Bereits jetzt liegen in den USA mehr als 7000 Klagen auf Schadenersatz vor, da das Rheumamittel bei bis zu 27.000 Patienten Herzinfarkte und Schlaganfälle ausgelöst haben könnte. Dieses Risiko habe sich jedoch erst nach langjähriger Therapie gezeigt, hatte Merck stets argumentiert.

Die Herausgeber des wichtigsten medizinischen Fachblatts, des New England Journal of Medicine, werfen der Pharmafirma Merck jetzt jedoch vor, die Risiken durch das Schmerzmittel Vioxx in einer entscheidenden Studie schon frühzeitig heruntergespielt zu haben. Dem Fachblatt wurde ein entsprechendes internes Memorandum zugeleitet. Am Freitag veröffentlichte die Zeitschrift auf ihrer Internetseite die "schweren Bedenken" gegen eine Untersuchung, die 2000 im eigenen Magazin erschienen war.
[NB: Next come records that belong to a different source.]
/**
 * Passport strategies: e-mail + password (passport-local) and Google (passport-google-oauth20), the latter
 * pointed by configuration at Google or at the local OAuth 2.0 fake (server/fakes/oauth.ts).
 * The session keeps only the user id.
 */
import type { Request } from 'express';
import passport from 'passport';
import { Strategy as GoogleStrategy, type Profile } from 'passport-google-oauth20';
import { Strategy as LocalStrategy } from 'passport-local';
import { config } from '../config';
import { takeSessionUser } from '../http/session';
import { log } from '../logger';
import { checkPassword, findOrCreateGoogleUser, findSessionUser } from '../services/auth';

let configured = false;

/** Google's userinfo sends `email_verified` as a boolean; older profile formats sent the string "true". */
function isVerified(email: unknown): boolean {
  const verified = (email as { verified?: unknown } | undefined)?.verified;
  return verified === true || verified === 'true';
}

export function configurePassport(): typeof passport {
  if (configured) return passport;
  configured = true;

  passport.use(
    new LocalStrategy({ usernameField: 'email', passwordField: 'password', session: false }, (email, password, done) => {
      checkPassword(email, password).then(
        (user) => done(null, user ?? false),
        (err: unknown) => done(err),
      );
    }),
  );

  if (config.google.enabled) {
    passport.use(
      new GoogleStrategy(
        {
          clientID: config.google.clientId,
          clientSecret: config.google.clientSecret,
          callbackURL: config.google.callbackUrl,
          authorizationURL: config.google.authUrl,
          tokenURL: config.google.tokenUrl,
          userProfileURL: config.google.userinfoUrl,
          scope: ['openid', 'profile', 'email'],
          state: true,
        },
        (_accessToken: string, _refreshToken: string, profile: Profile, done: (err: unknown, user?: Express.User | false) => void) => {
          const email = profile.emails?.[0];
          findOrCreateGoogleUser({
            sub: profile.id,
            email: email?.value ?? null,
            emailVerified: isVerified(email),
            displayName: profile.displayName,
          }).then(
            (user) => done(null, user),
            (err: unknown) => {
              // The callback route redirects to /signin?error=google; the reason stays in the log.
              log.warn('Google sign-in refused', { reason: err instanceof Error ? err.message : String(err) });
              done(null, false);
            },
          );
        },
      ),
    );
  }

  passport.serializeUser((user, done) => done(null, user.id));
  passport.deserializeUser((req: Request, id: unknown, done: (err: unknown, user?: Express.User | false) => void) => {
    if (typeof id !== 'number') {
      done(null, false);
      return;
    }
    // The session store read the user's row with the session (one round trip less); otherwise read it here.
    const known = takeSessionUser(req.sessionID, id);
    if (known !== undefined) {
      done(null, known ?? false);
      return;
    }
    findSessionUser(id).then(
      (user) => done(null, user ?? false),
      (err: unknown) => done(err),
    );
  });
  return passport;
}
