/**
 * `npm run fakes`: starts every local stand-in for a hosted service, each on its own loopback port.
 * The OAuth 2.0 provider (Google stand-in), the payment provider and the SMTP sink with its mailbox listing;
 * each local stand-in is one `start...()` call here.
 */
import type { Server } from 'node:http';
import { config } from '../config';
import { log } from '../logger';
import { demoFakeSubscription } from '../seeders/demo/billing';
import { startOAuthFake } from './oauth';
import { startPaymentFake } from './payment';
import { startMailSink } from './smtp';

async function main(): Promise<void> {
  if (config.isProduction) throw new Error('The local stand-ins never run with NODE_ENV=production. Run them in development only.');
  const servers: Server[] = [];
  const closers: (() => Promise<void>)[] = [];

  servers.push(
    await startOAuthFake(
      {
        clientId: config.google.clientId,
        clientSecret: config.google.clientSecret,
        defaultEmail: config.fakes.oauthDefaultEmail,
        defaultName: config.fakes.oauthDefaultName,
      },
      config.fakes.oauthPort,
    ),
  );
  log.info(`OAuth fake (Google stand-in) on http://127.0.0.1:${config.fakes.oauthPort}`);

  const payment = await startPaymentFake(
    { secretKey: config.payment.secretKey, webhookSecret: config.payment.webhookSecret, webhookUrl: config.payment.webhookUrl },
    config.fakes.paymentPort,
  );
  servers.push(payment.server);
  // The demo club's subscription (server/seeders/0210-demo-billing.ts) lives at the provider too.
  payment.fake.seedSubscription(demoFakeSubscription());
  log.info(`Payment provider fake on http://127.0.0.1:${payment.port} (webhooks to ${config.payment.webhookUrl})`);

  const sink = await startMailSink({ smtpPort: config.fakes.smtpPort, httpPort: config.fakes.mailboxPort });
  closers.push(sink.close);
  log.info(`SMTP sink on 127.0.0.1:${sink.smtpPort}, its mailbox listing on http://127.0.0.1:${sink.httpPort}/messages`);

  const stop = () => {
    for (const server of servers) {
      server.close();
      server.closeAllConnections();
    }
    // An SMTP client that keeps its connection open must not hold the exit up for long.
    setTimeout(() => process.exit(0), 2000).unref();
    void Promise.allSettled(closers.map((close) => close())).then(() => process.exit(0));
  };
  process.on('SIGINT', stop);
  process.on('SIGTERM', stop);
}

main().catch((err: unknown) => {
  log.error(err instanceof Error ? err.message : String(err));
  process.exit(1);
});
Allein im Jahr 2003 wurden 2,5 Milliarden Umsatz erzielt

Demnach sind drei Herzinfarkte bei Patienten, die Vioxx einnahmen, seinerzeit verschwiegen worden. Die entsprechenden Daten wurden angeblich von der Diskette gelöscht - wenige Tage bevor die Forscher den Artikel bei der Fachzeitschrift einreichten. Mindestens zwei der Autoren hätten davon gewusst. Fast alle Autoren standen auf Honorarlisten von Merck.
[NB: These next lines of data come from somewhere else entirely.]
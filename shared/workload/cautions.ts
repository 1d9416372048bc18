/**
 * Youth workload cautions: age bands, which athletes count as youths, how a count compares with the
 * club's thresholds, and the one wording of the caution every screen shows.
 * The thresholds are the club's own; Arcwright ships none, because no number here is a medical limit.
 */

/** Age reached in the current calendar year; a youth is 18 or younger by that count. */
export const YOUTH_MAX_AGE = 18;

/** Youth age bands a club may set thresholds for (age reached this calendar year). */
export const AGE_BANDS = [
  { key: 'u11', label: '10 and under', minAge: 0, maxAge: 10 },
  { key: '11-12', label: '11–12', minAge: 11, maxAge: 12 },
  { key: '13-14', label: '13–14', minAge: 13, maxAge: 14 },
  { key: '15-16', label: '15–16', minAge: 15, maxAge: 16 },
  { key: '17-18', label: '17–18', minAge: 17, maxAge: 18 },
] as const;
export type AgeBand = (typeof AGE_BANDS)[number]['key'];
export const AGE_BAND_KEYS = AGE_BANDS.map((b) => b.key) as [AgeBand, ...AgeBand[]];

/** The age an athlete born in `birthYear` reaches in `year`. */
export function ageInYear(birthYear: number, year: number): number {
  return year - birthYear;
}

/** The youth band of an athlete, or null for an adult or an unknown birth year. */
export function ageBandOf(birthYear: number | null, year: number): AgeBand | null {
  if (birthYear === null) return null;
  const age = ageInYear(birthYear, year);
  if (age > YOUTH_MAX_AGE) return null;
  return AGE_BANDS.find((b) => age >= b.minAge && age <= b.maxAge)?.key ?? null;
}

export function ageBandLabel(band: AgeBand): string {
  return AGE_BANDS.find((b) => b.key === band)?.label ?? band;
}

export type CautionPeriod = 'day' | 'week';

/** One threshold a youth went over. */
export interface WorkloadCaution {
  athleteId: number;
  action: string;
  period: CautionPeriod;
  /** The day (`YYYY-MM-DD`) or the ISO week (`YYYY-Www`) that went over. */
  when: string;
  count: number;
  limit: number;
}

/** Heading of the caution panel wherever it appears. */
export const CAUTION_TITLE = 'Workload caution';

/**
 * The caution shown beside every workload count over a threshold. Worded as the usual caution about
 * overuse injuries in young throwers; it defers to the governing body, local guidance and licensed
 * medical practice, and says plainly that the thresholds are the club's own and not medical advice.
 */
export const YOUTH_CAUTION_TEXT =
  'Young throwers and kickers who repeat the same action many times, day after day, are at risk of overuse ' +
  'injuries. This count is over a threshold your club set. Follow the workload and rest guidance of the ' +
  'athlete’s governing body and local rules, and ask a licensed medical professional about pain, soreness ' +
  'or any doubt. The club’s thresholds are a reminder, not medical advice.';

/**
 * One line naming what went over, e.g. "Punt: 34 this week (club threshold 30 a week)". Cautions are only
 * ever raised for today and this week, so the line says so in those words.
 */
export function cautionLine(c: WorkloadCaution, actionLabel: string): string {
  const period = c.period === 'day' ? 'today' : 'this week';
  return `${actionLabel}: ${c.count} ${period} (club threshold ${c.limit} a ${c.period})`;
}
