import { describe, expect, it } from 'vitest';
import type { Conditions } from '../../../shared/schemas/session';
import {
  conditionsSummary,
  conditionsToForm,
  formToConditions,
  fromIsoDate,
  rangeMessage,
  siRange,
  toIsoDate,
  windWords,
} from '../../../src/components/sessions/conditions';

const coolEvening: Conditions = {
  airTemperatureK: 283.15,
  airPressurePa: 101_325,
  altitudeM: null,
  relativeHumidityPct: 70,
  windSpeedMps: 3,
  windDirectionDeg: 180,
};

describe('session conditions in display units', () => {
  it('shows kelvin as °C and pascals as hPa when the club is metric', () => {
    const form = conditionsToForm(coolEvening, 'metric');
    expect(form.temperature).toBeCloseTo(10, 9);
    expect(form.pressure).toBeCloseTo(1013.25, 9);
    expect(form.humidity).toBe(70);
    expect(form.altitude).toBeNull();
  });

  it('gives back the stored SI values when a form is opened and saved unchanged in either unit system', () => {
    for (const system of ['metric', 'imperial'] as const) {
      const back = formToConditions(conditionsToForm(coolEvening, system), system);
      expect(back.airTemperatureK).toBeCloseTo(283.15, 2);
      expect(back.airPressurePa).toBeCloseTo(101_325, 1);
      expect(back.windSpeedMps).toBeCloseTo(3, 2);
      expect(back.windDirectionDeg).toBe(180);
      expect(back.altitudeM).toBeNull();
    }
  });

  it('converts °F typed by an imperial club into kelvin when saving', () => {
    const form = conditionsToForm({ ...coolEvening, airTemperatureK: null }, 'imperial');
    form.temperature = 50;
    expect(formToConditions(form, 'imperial').airTemperatureK).toBeCloseTo(283.15, 9);
  });

  it('words the shared schema range in the units the coach typed in when a value is out of range', () => {
    expect(siRange('airTemperatureK')).toEqual({ min: 200, max: 340 });
    expect(rangeMessage('airTemperatureK', 'metric')).toBe('Air temperature must be between -73.1 °C and 66.9 °C.');
    expect(rangeMessage('airTemperatureK', 'imperial')).toBe('Air temperature must be between -99.7 °F and 152.3 °F.');
    expect(rangeMessage('relativeHumidityPct', 'metric')).toBe('Relative humidity must be between 0 and 100%.');
  });
});

describe('windWords and conditionsSummary', () => {
  it('names the wind relative to the direction of play', () => {
    expect(windWords(0)).toBe('tailwind');
    expect(windWords(180)).toBe('headwind');
    expect(windWords(90)).toBe('across from the left');
    expect(windWords(270)).toBe('across from the right');
    expect(windWords(-10)).toBe('tailwind');
  });

  it('summarises the known conditions on one line and says "—" when none is known', () => {
    expect(conditionsSummary(coolEvening, 'metric')).toBe('10.0 °C · 1013 hPa · 70 % RH · wind 3.0 m/s headwind');
    const none = { airTemperatureK: null, airPressurePa: null, altitudeM: null, relativeHumidityPct: null, windSpeedMps: null, windDirectionDeg: null };
    expect(conditionsSummary(none, 'metric')).toBe('—');
    expect(conditionsSummary({ ...none, altitudeM: 1600 }, 'imperial')).toBe('5249 ft up');
  });
});

describe('toIsoDate and fromIsoDate', () => {
  it('keeps the picked calendar day whatever the time of day when converting', () => {
    const d = new Date(2026, 2, 14, 23, 30);
    expect(toIsoDate(d)).toBe('2026-03-14');
    expect(toIsoDate(fromIsoDate('2026-03-14') as Date)).toBe('2026-03-14');
    expect(fromIsoDate('14/03/2026')).toBeNull();
  });
});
Pikant: Die drei zusätzlichen Fälle hätten das Herzinfarktrisiko durch Vioxx so hoch erscheinen lassen, dass der statistische Grenzwert für eine zufällige Häufung überschritten worden wäre. Das Mittel hätte kaum seinen Siegeszug in den Apotheken antreten können - allein 2003 brachte der Schmerzkiller einen Umsatz von 2,5 Milliarden Dollar ein.

Die Studien aus dem Jahr 2000 und dem Vorjahr begründeten erst den Ruf von Vioxx und ähnlichen Medikamenten als neue "Super-Aspirine". Die Mittel sollten Schmerz- und Rheumakranken die Nebenwirkungen im Magen-Darmtrakt ersparen, die mit konventionellen Schmerzmitteln oft einhergehen.